Beyond helping to ensure continuity of core business operations during COVID-19, the Voltaiq Battery Intelligence platform empowers customers with data-driven insights to solve the most difficult and pressing problems with their battery technology. Nanoramic, for example, uses Voltaiq for end-of-line quality assurance testing for their energy storage devices and has highlighted how Voltaiq is helping their company to maximize production revenue. In this specific use case, Voltaiq helps to pinpoint critical production issues and troubleshoot problems within minutes on the Voltaiq platform, without requiring a full production shutdown. The results accrue directly to the bottom line: continued operation and throughput rather than lost production time and lost revenue. 

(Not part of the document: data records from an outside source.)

import { dimensionsOf } from '../../domain/column-dimensions'
import { type ColumnMapSpecification, type MappedColumn } from '../../domain/column-map'
import { type Problem } from '../../domain/intake'
import { unitFromAlias } from '../../analysis/units/unit-from-alias'
import { problem } from '../problem-list'

/** What is wrong with a column map itself: a clock that is missing, a unit that is none. With any of these the file cannot be read. */
export function specificationFaults(specification: ColumnMapSpecification): Problem[] {
  if (specification.kind === 'attachment') return []
  const faults: Problem[] = []
  const columns = specification.columns
  const has = (meaning: MappedColumn['meaning']) => columns.some((column) => column.meaning === meaning)
  if (!has('time') && !(has('date') && has('time-of-day')) && !has('elapsed-time') && !has('time-of-day'))
    faults.push(
      missing(
        'a column with the time',
        'No column is marked as the time. Mark date and time, or the elapsed time, in the table of columns.',
      ),
    )
  if (specification.kind === 'rig-log' && !has('bed-temperature'))
    faults.push(
      missing(
        'a column with the bed temperature',
        'No column is marked as the temperature of the bed. Mark it in the table of columns.',
      ),
    )
  if (specification.kind === 'analyser') {
    if (!has('area') && !has('mole-fraction'))
      faults.push(
        missing(
          'a column with areas or mole fractions',
          'No column is marked as area or mole fraction. Mark the results in the table of columns.',
        ),
      )
    if (has('area') && has('mole-fraction'))
      faults.push(
        missing(
          'areas or mole fractions',
          'Both areas and mole fractions are marked. One of the two is read: set the other columns to “not read”.',
        ),
      )
    if (specification.shape === 'long' && !has('species-name'))
      faults.push(
        missing(
          'a column that names the species',
          'The table has one row a peak, but no column is marked as the name of the species.',
        ),
      )
  }
  for (const column of columns) {
    // `12:30:05` is its own unit; numbers need one, which is told when they are read
    const isOwnUnit = column.meaning === 'elapsed-time' && column.unit === ''
    const dimensions = isOwnUnit ? [] : dimensionsOf(column.meaning)
    if (dimensions.length > 0 && !dimensions.some((dimension) => unitFromAlias(column.unit, dimension) !== null))
      faults.push(
        problem({
          code: 'unknown-unit',
          severity: 'problem',
          column: column.header,
          found: column.unit === '' ? 'no unit' : column.unit,
          expected: `a unit of ${dimensions.join(' or ').replace('-', ' ')}`,
          sentence:
            column.unit === ''
              ? `“${column.header}” states no unit. Write it in the table of columns.`
              : `“${column.unit}” of column “${column.header}” is not a unit of ${dimensions.join(' or ').replace('-', ' ')} that is known here. Write it in the table of columns.`,
        }),
      )
    if (needsSpecies(column, specification) && column.species === null)
      faults.push(
        problem({
          code: 'unknown-species',
          severity: 'problem',
          column: column.header,
          expected: 'a species',
          sentence: `“${column.header}” does not say which species it is about. Choose one in the table of columns, or set the column to “not read”.`,
        }),
      )
  }
  const twice = new Set<string>()
  for (const column of columns) {
    if (column.meaning === 'ignore' || column.meaning === 'text') continue
    const key = `${column.meaning} ${column.species ?? ''} ${column.channel ?? ''}`
    if (twice.has(key))
      faults.push(
        problem({
          code: 'missing-column',
          severity: 'problem',
          column: column.header,
          expected: 'one column for each meaning',
          sentence: `“${column.header}” means the same as another column. Set one of the two to “not read”.`,
        }),
      )
    twice.add(key)
  }
  return faults
}

function missing(expected: string, sentence: string): Problem {
  return problem({ code: 'missing-column', severity: 'problem', expected, sentence })
}

function needsSpecies(column: MappedColumn, specification: ColumnMapSpecification): boolean {
  if (column.meaning === 'flow') return true
  return specification.shape === 'wide' && (column.meaning === 'area' || column.meaning === 'mole-fraction')
}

Now is the time to invest in a cloud-based Battery Intelligence platform to ensure continuity of your battery program. As highlighted above, companies that seek to maintain a market leader position in the battery field cannot afford to stand still. The HBR article places specific emphasis here: “the first reason to prioritize digital transformation ahead of or during a downturn is that improved analytics can help management better understand the business, how the recession is affecting it, and where there’s potential for operational improvements.” So while the competition  waits for the recession clouds to clear, forward-thinking organizations can get ahead by investing in a comprehensive cloud-based battery analytics platform designed to accelerate product development and ensure quality and traceability in manufactured, shipped product. That’s Battery Intelligence.